import type { Step } from './broods';
import { fishCode, fishKey } from './colonies';
import { sampleOf } from './growth';
import { numbersOf } from './holdTelling';
import type { Ago, Entry, Key, Recorded } from './shape';
import type { Begun } from './stories';
import type { Teller } from './telling';

/** A brood with the day its young came out of the mouth, or were found. */
export type Started = Begun & { started: Ago };

/** Heads of the batch after each step, by age; the split-off part and joined heads are kept apart. */
export function headsAt({ brood }: Started, joined: { age: number; heads: number } | null, age: number): number {
  if (!brood.opens) return 0;
  let heads = brood.opens.heads;
  let isJoined = false;
  const join = (upTo: number) => {
    if (joined && !isJoined && joined.age <= upTo) {
      heads += joined.heads;
      isJoined = true;
    }
  };
  for (const step of brood.steps.filter((one) => one.age <= age)) {
    join(step.age);
    heads = after(heads, step);
  }
  join(age);
  return heads;
}

function after(heads: number, step: Step): number {
  switch (step.kind) {
    case 'counted':
      return step.heads;
    case 'moved':
    case 'meant':
      return heads;
    case 'kept':
      return heads - step.numbers.length;
    default:
      return heads - step.heads;
  }
}

function contentOf(step: Step, handle: string, onDay: string): Entry {
  const note = step.note ?? null;
  const batchId = `batch:${handle}`;
  switch (step.kind) {
    case 'moved':
      return { kind: 'moved', thing: 'batch', id: batchId, toTankId: `tank:${step.tank}`, onDay, note };
    case 'counted':
      return { kind: 'headCounted', batchId, onDay, heads: step.heads, note };
    case 'lost':
      return { kind: 'headsLost', batchId, onDay, heads: step.heads, cause: step.cause, note };
    case 'culled':
      return { kind: 'headsCulled', batchId, onDay, heads: step.heads, note };
    case 'joined':
      return { kind: 'batchJoined', batchId, intoBatchId: `batch:${step.brood}`, onDay, heads: step.heads, note };
    case 'split':
      return {
        kind: 'batchSplit',
        batchId,
        newBatchId: `${batchId}/2`,
        toTankId: `tank:${step.tank}`,
        onDay,
        heads: step.heads,
        note,
      };
    case 'left':
      return { kind: 'headsLeft', batchId, onDay, how: step.how, heads: step.heads, note };
    case 'meant':
      return {
        kind: 'headsKept',
        reservationId: `reservation:${handle}`,
        broodId: `brood:${handle}`,
        batchId,
        onDay,
        heads: step.heads,
        note,
      };
    case 'kept': {
      const fish = step.numbers.map((n) => ({
        id: fishKey(step.stem, n),
        code: fishCode(step.stem, n),
        sex: 'unknown' as const,
      }));
      const home = { tankId: step.tank && `tank:${step.tank}`, colonyId: step.colony && `colony:${step.colony}` };
      return { kind: 'heldBack', batchId, onDay, fish, keptAs: step.colony ? 'breeder' : 'holdback', ...home, note };
    }
  }
}

/** The counts before the head count: a strip's one total is split when there is time, two days later. */
function earlyCounts(tell: Teller, { handle, born, started, brood }: Started): Recorded[] {
  const { opens, numbers } = brood;
  const told: Recorded[] = [];
  if (numbers.wrigglers === undefined && numbers.freeSwimming === undefined) {
    const alive = opens && opens.age !== 'atOnce' ? opens.heads : numbers.total - 1;
    const split = numbersOf({ wrigglers: alive, ...(alive < numbers.total ? { dead: numbers.total - alive } : {}) });
    const on = started + 2;
    told.push(
      tell.entry(on, handle, {
        kind: 'stageCount',
        broodId: `brood:${handle}`,
        onDay: tell.day(on),
        numbers: split,
        note: null,
      }),
    );
  }
  if (opens && opens.age !== 'atOnce') {
    const on = born + opens.age;
    told.push(
      tell.entry(on, handle, {
        kind: 'headsOpened',
        batchId: `batch:${handle}`,
        onDay: tell.day(on),
        heads: opens.heads,
        note: null,
      }),
    );
  }
  return told;
}

export function tellSteps(tell: Teller, started: Started): Recorded[] {
  const { handle, born, brood } = started;
  const steps = brood.steps.map((step): Recorded => {
    const on = born + step.age;
    const order: Key | undefined = step.kind === 'left' ? step.order : undefined;
    return tell.entry(on, handle, contentOf(step, handle, tell.day(on)), order ? { order } : {});
  });
  return [...earlyCounts(tell, started), ...steps];
}

/** Ages at which a brood is measured, closer together while it grows fast. Common practice, no source. */
const MEASURED_AT = [34, 58, 84, 116, 152, 196, 242, 292];
const MOST_MEASURED = 15;
/** Broods whose fish are also put on the scale from here on. */
const WEIGHED = new Set(['e3', 'm3', 's5', 'l4']);

/** Ages and sizes of the samples of a brood: once the fry swim free, while there are fish, and not in the last two days. */
export function samplesOf(
  started: Started,
  joined: { age: number; heads: number } | null,
): { age: number; count: number }[] {
  const { handle, born, brood } = started;
  if (!brood.opens) return [];
  const shift = handle.length + (handle.codePointAt(1) ?? 0) - 50;
  return MEASURED_AT.map((age) => age + (shift % 4))
    .filter((age) => born + age <= -3 && age > started.started - born + 6)
    .map((age) => ({ age, count: Math.min(MOST_MEASURED, headsAt(started, joined, age)) }))
    .filter(({ count }) => count > 0);
}

export function tellSamples(tell: Teller, started: Started, joined: { age: number; heads: number } | null): Recorded[] {
  const { handle, strain, born } = started;
  return samplesOf(started, joined).map(({ age, count }) => {
    const on = born + age;
    const weighed = WEIGHED.has(handle) && age > 80;
    return tell.entry(on, handle, {
      kind: 'lengthSampled',
      sampleId: `sample:${handle}-${age}`,
      of: { thing: 'batch', id: `batch:${handle}` },
      onDay: tell.day(on),
      measure: 'total',
      method: age < 70 ? 'box' : 'ruler',
      readings: sampleOf(strain, handle, { ageDays: age, count, weighed }),
      note: null,
    });
  });
}
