import type { SortedPedigree } from './sortedPedigree';

/**
 * Visits nodes and all their ancestors, youngest first. One bit a node keeps the order, so that a walk costs little more
 * than the ancestors it meets, however large the pedigree.
 */
export type AncestorWalk = {
  /** Asks for a node to be visited. */
  ask(node: number): void;
  /** Visits what was asked for and its ancestors; the list holds until the next walk. */
  visit(each?: (node: number) => void): Int32Array;
};

export function ancestorWalk({ nodes, familyOf, parents }: SortedPedigree): AncestorWalk {
  const bits = new Int32Array((nodes >> 5) + 1);
  const visited = new Int32Array(nodes);
  let top = -1;
  const ask = (node: number) => {
    const word = node >> 5;
    bits[word] = (bits[word] ?? 0) | (1 << (node & 31));
    if (word > top) top = word;
  };
  return {
    ask,
    visit(each) {
      let count = 0;
      for (let word = top; word >= 0; word -= 1) {
        for (let left = bits[word] ?? 0; left !== 0; left = bits[word] ?? 0) {
          const bit = 31 - Math.clz32(left);
          bits[word] = left ^ (1 << bit);
          const node = (word << 5) + bit;
          visited[count] = node;
          count += 1;
          each?.(node);
          const family = familyOf[node] ?? 0;
          for (let at = parents.start[family] ?? 0; at < (parents.start[family + 1] ?? 0); at += 1) {
            const parent = parents.node[at] ?? 0;
            bits[parent >> 5] = (bits[parent >> 5] ?? 0) | (1 << (parent & 31));
          }
        }
      }
      top = -1;
      return visited.subarray(0, count);
    },
  };
}
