import { createHash, type Hash } from 'node:crypto';
import { createReadStream } from 'node:fs';
import { pipeline } from 'node:stream/promises';
import { codeOf } from './refusals';
import { type PictureFiles, type PictureKey, type Shelf, SIZE_NAMES } from './shelf';

/** What the database knows of a picture. */
export type PictureRow = PictureKey & { sha256: string };

export type PictureReport = {
  checked: number;
  /** A row without its files. */
  missing: PictureKey[];
  /** Files that are not those that were stored. */
  damaged: PictureKey[];
  /** Files without a row. */
  unclaimed: PictureKey[];
};

/** SHA-256 of the large file followed by the small one, in hex. */
export function hashOf(files: PictureFiles): string {
  const hash = createHash('sha256');
  for (const size of SIZE_NAMES) hash.update(files[size]);
  return hash.digest('hex');
}

/** Compares rows with files; with a `roomId`, the rows must be that fishroom's and no other is looked at. */
export async function reportOn(
  shelf: Shelf,
  rows: Iterable<PictureRow> | AsyncIterable<PictureRow>,
  roomId?: string,
): Promise<PictureReport> {
  const report: PictureReport = { checked: 0, missing: [], damaged: [], unclaimed: [] };
  const seen = new Set<string>();
  for await (const { roomId: room, id, sha256 } of rows) {
    const key = { roomId: room, id };
    seen.add(nameOf(key));
    report.checked += 1;
    const found = await hashOnDisk(shelf, key);
    if (found === null) report.missing.push(key);
    else if (found !== sha256) report.damaged.push(key);
  }
  report.unclaimed = (await shelf.keys(roomId)).filter((key) => !seen.has(nameOf(key)));
  return report;
}

export const nameOf = ({ roomId, id }: PictureKey): string => `${roomId}/${id}`;

async function hashOnDisk(shelf: Shelf, key: PictureKey): Promise<string | null> {
  const hash = createHash('sha256');
  try {
    for (const size of SIZE_NAMES) await addFile(hash, shelf.fileOf(key, size));
  } catch (error) {
    if (codeOf(error) === 'ENOENT') return null;
    throw error;
  }
  return hash.digest('hex');
}

const addFile = (hash: Hash, file: string): Promise<void> =>
  pipeline(createReadStream(file), async (chunks: AsyncIterable<Buffer>) => {
    for await (const chunk of chunks) hash.update(chunk);
  });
^^^^
What lines in the listing include the string "checked"? Copy them out.

- Response below
  checked: number;
  const report: PictureReport = { checked: 0, missing: [], damaged: [], unclaimed: [] };
    report.checked += 1;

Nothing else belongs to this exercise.